Exercise objective: Reproduce the entries shown below only from the line with "const auto comma = rest.find(',');" down to the line with "names (config_versions.hash), after", keeping both end lines and copying each one exactly.
Data supplied Start Marker
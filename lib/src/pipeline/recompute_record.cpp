#include "recompute_record.hpp"

#include <algorithm>

namespace stagewell {
namespace {

void add_distinct(std::vector<ConfigVersionId>& list, ConfigVersionId id) {
  if (std::find(list.begin(), list.end(), id) == list.end()) list.push_back(id);
}

// "hash1,hash2": the versions' short names (config_versions.hash).
Result<std::string> hashes(sqlite::Connection& connection,
                           const std::vector<ConfigVersionId>& ids) {
  std::string out;
  for (const ConfigVersionId id : ids) {
    auto select = connection.cached("SELECT hash FROM config_versions WHERE config_id = ?1");
    if (!select) return std::unexpected(select.error());
    (*select)->bind(1, id.value);
    auto row = (*select)->step();
    if (!row) return std::unexpected(row.error());
    if (!*row) continue;
    out += (out.empty() ? "" : ",") + (*select)->column_text(0);
  }
  return out;
}

}  // namespace

void RecomputeRecord::saw(ConfigVersionId before, ConfigVersionId after, std::int64_t time_ms) {
  add_distinct(before_, before);
  add_distinct(after_, after);
  if (!first_ms_) first_ms_ = time_ms;  // readings come in time order
  last_ms_ = time_ms;
}

Result<void> RecomputeRecord::write(sqlite::Connection& connection, SiteKey site,
                                    std::int64_t at_ms, const RecomputationTotals& totals) {
  auto before = hashes(connection, before_);
  if (!before) return std::unexpected(before.error());
  auto after = hashes(connection, after_);
  if (!after) return std::unexpected(after.error());
  auto statement = connection.cached(
      row_id_ ? "UPDATE recomputation_runs SET period_from_ms = ?3, period_to_ms = ?4, "
                "config_before = ?5, config_after = ?6, readings_changed = ?7, "
                "max_discharge_change = ?8, max_daily_volume_change = ?9 "
                "WHERE recomputation_id = ?10 AND site_key = ?1 AND at_ms = ?2"
              : "INSERT INTO recomputation_runs (site_key, at_ms, period_from_ms, period_to_ms, "
                "config_before, config_after, readings_changed, max_discharge_change, "
                "max_daily_volume_change) VALUES (?1, ?2, ?3, ?4, ?5, ?6, ?7, ?8, ?9)");
  if (!statement) return std::unexpected(statement.error());
  auto& s = **statement;
  s.bind(1, site.value);
  s.bind(2, at_ms);
  s.bind(3, *first_ms_);
  s.bind(4, last_ms_);
  s.bind(5, std::string_view(*before));
  s.bind(6, std::string_view(*after));
  s.bind(7, totals.readings_changed);
  s.bind(8, totals.max_discharge_change);
  s.bind(9, totals.max_daily_volume_change);
  if (row_id_) s.bind(10, *row_id_);
  if (auto done = s.run(); !done) return done;
  if (!row_id_) {
    auto id = connection.query_int64("SELECT last_insert_rowid()");
    if (!id) return std::unexpected(id.error());
    row_id_ = *id;
  }
  return {};
}

}  // namespace stagewell
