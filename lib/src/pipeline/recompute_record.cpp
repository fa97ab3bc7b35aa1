#include "recompute_record.hpp"

#include <algorithm>

namespace stagewell {
namespace {

void add_distinct(std::vector<ConfigVersionId>& list, ConfigVersionId id) {
  if (std::find(list.begin(), list.end(), id) == list.end()) list.push_back(id);
}

// "hash1,hash2": the versions' short names (config_versions.hash).
Result<std::string> hashes(Store& store, const std::vector<ConfigVersionId>& ids) {
  std::string out;
  for (const ConfigVersionId id : ids) {
    auto hash = store.versions().hash(id);
    if (!hash) return std::unexpected(hash.error());
    if (*hash) out += (out.empty() ? "" : ",") + **hash;
  }
  return out;
}

}  // namespace

void RecomputeRecord::saw(ConfigVersionId before, ConfigVersionId after, std::int64_t time_ms) {
  add_distinct(before_, before);
  add_distinct(after_, after);
  if (!first_ms_) first_ms_ = time_ms;  // readings come in time order
  last_ms_ = time_ms;
}

Result<void> RecomputeRecord::write(Store& store, WriteBatch& batch, SiteKey site,
                                    std::int64_t at_ms, const RecomputationTotals& totals) {
  auto before = hashes(store, before_);
  if (!before) return std::unexpected(before.error());
  auto after = hashes(store, after_);
  if (!after) return std::unexpected(after.error());
  const RecomputationRun run{.site = site,
                             .at_ms = at_ms,
                             .period_from_ms = *first_ms_,
                             .period_to_ms = last_ms_,
                             .config_before = std::move(*before),
                             .config_after = std::move(*after),
                             .readings_changed = totals.readings_changed,
                             .max_discharge_change = totals.max_discharge_change,
                             .max_daily_volume_change = totals.max_daily_volume_change};
  auto runs = store.recomputation_runs();
  if (row_id_) return runs.update(batch, *row_id_, run);
  auto id = runs.add(batch, run);
  if (!id) return std::unexpected(id.error());
  row_id_ = *id;
  return {};
}

}  // namespace stagewell
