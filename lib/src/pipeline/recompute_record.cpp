#include "recompute_record.hpp"

#include <algorithm>
#include <string>
#include <string_view>
#include <utility>

namespace stagewell {
namespace {

void add_distinct(std::vector<ConfigVersionId>& list, ConfigVersionId id) {
  if (std::find(list.begin(), list.end(), id) == list.end()) list.push_back(id);
}

// Appends `hash` to the comma-separated `list` unless it is there already.
void add_hash(std::string& list, std::string_view hash) {
  std::string_view rest = list;
  while (!rest.empty()) {
    const auto comma = rest.find(',');
    if (rest.substr(0, comma) == hash) return;
    rest = comma == std::string_view::npos ? std::string_view() : rest.substr(comma + 1);
  }
  if (!list.empty()) list += ',';
  list += hash;
}

// "hash1,hash2": the versions' short names (config_versions.hash), after those of `earlier`.
Result<std::string> hashes(Store& store, std::string earlier,
                           const std::vector<ConfigVersionId>& ids) {
  std::string out = std::move(earlier);
  for (const ConfigVersionId id : ids) {
    auto hash = store.versions().hash(id);
    if (!hash) return std::unexpected(hash.error());
    if (*hash) add_hash(out, **hash);
  }
  return out;
}

}  // namespace

void RecomputeRecord::saw(ConfigVersionId before, ConfigVersionId after, std::int64_t time_ms) {
  add_distinct(before_, before);
  add_distinct(after_, after);
  last_ms_ = first_ms_ ? std::max(last_ms_, time_ms) : time_ms;
  first_ms_ = std::min(first_ms_.value_or(time_ms), time_ms);
}

void RecomputeRecord::resume(std::int64_t id, const RecomputationRun& earlier) {
  row_id_ = id;
  earlier_ = earlier;
  first_ms_ = earlier.period_from_ms;
  last_ms_ = earlier.period_to_ms;
}

Result<void> RecomputeRecord::write(Store& store, WriteBatch& batch, SiteKey site,
                                    std::int64_t at_ms, const RecomputationTotals& totals,
                                    std::optional<std::int64_t> finished_ms) {
  const RecomputationRun none{};
  const RecomputationRun& earlier = earlier_ ? *earlier_ : none;
  auto before = hashes(store, earlier.config_before, before_);
  if (!before) return std::unexpected(before.error());
  auto after = hashes(store, earlier.config_after, after_);
  if (!after) return std::unexpected(after.error());
  const RecomputationRun run{
      .site = site,
      .at_ms = earlier_ ? earlier_->at_ms : at_ms,
      .period_from_ms = *first_ms_,
      .period_to_ms = last_ms_,
      .config_before = std::move(*before),
      .config_after = std::move(*after),
      .readings_changed = earlier.readings_changed + totals.readings_changed,
      .max_discharge_change = std::max(earlier.max_discharge_change, totals.max_discharge_change),
      .max_daily_volume_change =
          std::max(earlier.max_daily_volume_change, totals.max_daily_volume_change),
      .finished_ms = finished_ms};
  auto runs = store.recomputation_runs();
  if (row_id_) return runs.update(batch, *row_id_, run);
  auto id = runs.add(batch, run);
  if (!id) return std::unexpected(id.error());
  row_id_ = *id;
  return {};
}

}  // namespace stagewell
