// The row of `recomputation_runs` (schema/004_history.sql, renamed by 005) that describes one
// recomputation of a site: added with its first step and rewritten with each step after, inside
// the step's batch, so that it always agrees with the committed readings.
#pragma once

#include <cstdint>
#include <optional>
#include <vector>

#include "stagewell/recomputation.hpp"
#include "stagewell/store.hpp"

namespace stagewell {

class RecomputeRecord {
 public:
  // A reading at `time_ms` computed with `before` now has `after`.
  void saw(ConfigVersionId before, ConfigVersionId after, std::int64_t time_ms);
  bool any() const { return first_ms_.has_value(); }

  // Adds or rewrites the row. REQUIRES: any(); `batch` is open on `store`.
  Result<void> write(Store& store, WriteBatch& batch, SiteKey site, std::int64_t at_ms,
                     const RecomputationTotals& totals);

 private:
  std::vector<ConfigVersionId> before_;  // distinct, in time order of first use
  std::vector<ConfigVersionId> after_;
  std::optional<std::int64_t> first_ms_;
  std::int64_t last_ms_ = 0;
  std::optional<std::int64_t> row_id_;
};

}  // namespace stagewell
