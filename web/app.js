// SPDX-License-Identifier: BSD-3-Clause
// app.js: the station page: fetches /api/v1/ and shows it; no planning here.
// Every value from the API or the user is inserted with textContent.
"use strict";
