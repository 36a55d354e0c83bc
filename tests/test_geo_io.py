"""Site polygons in from GIS files (server/io/geo_io.py).

Files are written in the test by geopandas (GeoPackage, Shapefile), zipfile and json; areas
after reprojection are checked against pyproj's own Transformer applied to the same vertices.
"""

from __future__ import annotations

import json
import stat
import tempfile
import zipfile

import geopandas
import numpy as np
import pytest
import shapely
from hypothesis import HealthCheck, given, settings
from hypothesis import strategies as st
from io_builders import BNG_OFFSET, placed_model
from pyproj import Transformer
from shapely.geometry import LineString, Polygon, box, mapping, shape

from probewise.errors import InputError
from probewise.io import geo_io
from probewise.io.geo_io import apply_polygons, check_project_crs, list_layers, read_polygons
from probewise.io.model_file import validate_model

# Frames written without a CRS on purpose (site-grid data) make pyogrio warn.
pytestmark = pytest.mark.filterwarnings("ignore:'crs' was not provided")

TO_BNG = Transformer.from_crs("EPSG:4326", "EPSG:27700", always_xy=True)
TO_WGS84 = Transformer.from_crs("EPSG:27700", "EPSG:4326", always_xy=True)


def lonlat_box_around(model: dict, margin_deg: float = 0.0005) -> Polygon:
    """A lon/lat rectangle enclosing the model's site (so its probes stay inside)."""
    x0, y0, x1, y1 = shape(model["site"]).bounds
    lons, lats = TO_WGS84.transform([x0, x1, x0, x1], [y0, y0, y1, y1])
    return box(
        min(lons) - margin_deg,
        min(lats) - margin_deg,
        max(lons) + margin_deg,
        max(lats) + margin_deg,
    )


def area_by_pyproj(poly_lonlat: Polygon) -> float:
    """Area (m2) of the polygon whose vertices pyproj's Transformer moved to EPSG:27700."""
    xs, ys = TO_BNG.transform(*zip(*poly_lonlat.exterior.coords, strict=True))
    return Polygon(list(zip(xs, ys, strict=True))).area


def write_geojson(path, features: list[dict], crs: str | None = None) -> None:
    doc = {"type": "FeatureCollection", "features": features}
    if crs:
        code = crs.split(":")[1]
        doc["crs"] = {"type": "name", "properties": {"name": f"urn:ogc:def:crs:EPSG::{code}"}}
    path.write_text(json.dumps(doc))


def feature(geom, **props) -> dict:
    return {"type": "Feature", "geometry": mapping(geom), "properties": props}


# ------------------------------------------------------------------------------ acceptance


def test_geographic_gpkg_outline_has_pyproj_area_in_project_crs(tiny_model, tmp_path):
    """Acceptance: a GeoPackage outline in EPSG:4326 imported into an EPSG:27700 project
    has the area of the same vertices transformed by pyproj.Transformer (to 1e-6 relative)."""
    model = placed_model(tiny_model)
    outline = lonlat_box_around(model)
    path = tmp_path / "site.gpkg"
    geopandas.GeoDataFrame({"name": ["Plot"]}, geometry=[outline], crs="EPSG:4326").to_file(
        path, layer="outline"
    )
    geopandas.GeoDataFrame({"name": ["Other"]}, geometry=[outline], crs="EPSG:4326").to_file(
        path, layer="other"
    )
    assert sorted(list_layers(path)) == ["other", "outline"]
    features = read_polygons(path, layer="outline", target_crs=model["crs"])
    assert features[0]["name"] == "Plot"
    updated = apply_polygons(model, "site", features)
    got = shape(updated["site"]).area
    assert got == pytest.approx(area_by_pyproj(outline), rel=1e-6)
    assert updated["crs"] == "EPSG:27700"
    validate_model(updated)
    assert model["site"] != updated["site"]  # a new dict; the input model is untouched


def test_gpkg_layer_must_be_chosen_when_several(tiny_model, tmp_path):
    path = tmp_path / "two.gpkg"
    for layer in ("a", "b"):
        geopandas.GeoDataFrame(geometry=[box(0, 0, 10, 10)]).to_file(path, layer=layer)
    with pytest.raises(InputError, match=r"has 2 layers \(a, b\); choose one"):
        read_polygons(path, target_crs=None)
    with pytest.raises(InputError) as err:
        read_polygons(path, layer="c", target_crs=None)
    assert err.value.field == "two.gpkg layer c"


@settings(
    max_examples=15, deadline=None, suppress_health_check=[HealthCheck.function_scoped_fixture]
)
@given(
    lon=st.floats(-2.5, 1.0),
    lat=st.floats(50.5, 54.0),
    w=st.floats(0.0005, 0.02),
    h=st.floats(0.0005, 0.02),
)
def test_reprojected_area_matches_pyproj_anywhere(tmp_path_factory, lon, lat, w, h):
    """Invariant over rectangles across England: area equals the pyproj-transformed area."""
    rect = box(lon, lat, lon + w, lat + h)
    path = tmp_path_factory.mktemp("g") / "r.geojson"
    write_geojson(path, [feature(rect, name="r")])
    got = read_polygons(path, target_crs="EPSG:27700")[0]["geometry"]
    assert shape(got).area == pytest.approx(area_by_pyproj(rect), rel=1e-6)


# ------------------------------------------------------------------------------ GeoJSON and CRS


def test_geojson_without_crs_is_wgs84(tiny_model, tmp_path):
    model = placed_model(tiny_model)
    outline = lonlat_box_around(model)
    path = tmp_path / "site.geojson"
    write_geojson(path, [feature(outline)])
    got = read_polygons(path, target_crs="EPSG:27700")
    assert got[0]["name"] == "site 1"  # no name column: layer name and feature number
    ring = got[0]["geometry"]["coordinates"][0]
    xs, ys = TO_BNG.transform(*zip(*outline.exterior.coords, strict=True))
    np.testing.assert_allclose(ring, np.column_stack([xs, ys]), rtol=0, atol=1e-6)
    # into a project on a local grid, degrees cannot be used
    with pytest.raises(InputError, match="geographic CRS.*set the project CRS"):
        read_polygons(path, target_crs=None)


def test_projected_data_into_local_grid_project_only_when_confirmed(tiny_model, tmp_path):
    path = tmp_path / "x.geojson"
    write_geojson(path, [feature(box(10, 10, 50, 50), name="Tank")], crs="EPSG:27700")
    with pytest.raises(
        InputError, match="project has no CRS.*confirm the coordinates are site-grid metres"
    ):
        read_polygons(path, target_crs=None)
    got = read_polygons(path, target_crs=None, assume_local=True)
    assert shape(got[0]["geometry"]).equals(box(10, 10, 50, 50))


def test_projected_to_other_projected_crs(tiny_model, tmp_path):
    # EPSG:27700 data into a UTM zone 30N project: compared with pyproj's direct transform
    path = tmp_path / "x.geojson"
    rect = box(530_000, 180_000, 530_200, 180_120)
    write_geojson(path, [feature(rect)], crs="EPSG:27700")
    got = shape(read_polygons(path, target_crs="EPSG:32630")[0]["geometry"])
    t = Transformer.from_crs("EPSG:27700", "EPSG:32630", always_xy=True)
    xs, ys = t.transform(*zip(*rect.exterior.coords, strict=True))
    assert got.area == pytest.approx(Polygon(list(zip(xs, ys, strict=True))).area, rel=1e-9)


def test_no_crs_file_needs_source_crs(tmp_path):
    path = tmp_path / "nocrs.gpkg"
    geopandas.GeoDataFrame(geometry=[box(530_000, 180_000, 530_100, 180_100)]).to_file(path)
    with pytest.raises(InputError, match="has no CRS; name the CRS of its coordinates"):
        read_polygons(path, target_crs="EPSG:27700")
    got = read_polygons(path, target_crs="EPSG:27700", source_crs_override="EPSG:27700")
    assert shape(got[0]["geometry"]).area == pytest.approx(10_000)
    # a project on a local grid takes data without a CRS as they are
    assert read_polygons(path, target_crs=None)[0]["geometry"] == got[0]["geometry"]


@pytest.mark.parametrize(
    ("crs", "words"),
    [
        ("EPSG:4326", "geographic"),
        ("EPSG:3857", "Web Mercator"),
        ("EPSG:2263", "not metres"),  # a US state plane in feet
        ("not a crs", "not a CRS"),
    ],
)
def test_unusable_project_crs_refused(tmp_path, crs, words):
    path = tmp_path / "x.geojson"
    write_geojson(path, [feature(box(0, 0, 0.01, 0.01))])
    with pytest.raises(InputError, match=words):
        read_polygons(path, target_crs=crs)
    with pytest.raises(InputError, match=words):
        check_project_crs(crs)


def test_check_project_crs_normalises():
    assert check_project_crs("epsg:27700") == "EPSG:27700"
    assert check_project_crs("+proj=utm +zone=30 +datum=WGS84 +units=m") == "EPSG:32630"


# ------------------------------------------------------------------------------ bad geometries


def test_self_intersecting_polygon_named_with_feature_and_repaired(tmp_path):
    bowtie = Polygon([(0, 0), (10, 10), (10, 0), (0, 10), (0, 0)])
    path = tmp_path / "zones.geojson"
    write_geojson(
        path, [feature(box(0, 0, 5, 5), name="ok"), feature(bowtie, name="bow")], crs="EPSG:27700"
    )
    with pytest.raises(InputError) as err:
        read_polygons(path, target_crs="EPSG:27700")
    assert err.value.field == "zones.geojson feature 2"
    assert "Self-intersection" in err.value.problem and "make_valid" in err.value.problem
    got = read_polygons(path, target_crs="EPSG:27700", repair=True)
    fixed = shape(got[1]["geometry"])
    assert fixed.is_valid and fixed.area == pytest.approx(50.0)  # two triangles of 25 m2
    assert fixed.equals(shapely.make_valid(bowtie))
Data supplied End Marker
Result of this task:
    const auto comma = rest.find(',');
    if (rest.substr(0, comma) == hash) return;
    rest = comma == std::string_view::npos ? std::string_view() : rest.substr(comma + 1);
  }
  if (!list.empty()) list += ',';
  list += hash;
}

// "hash1,hash2": the versions' short names (config_versions.hash), after those of `earlier`.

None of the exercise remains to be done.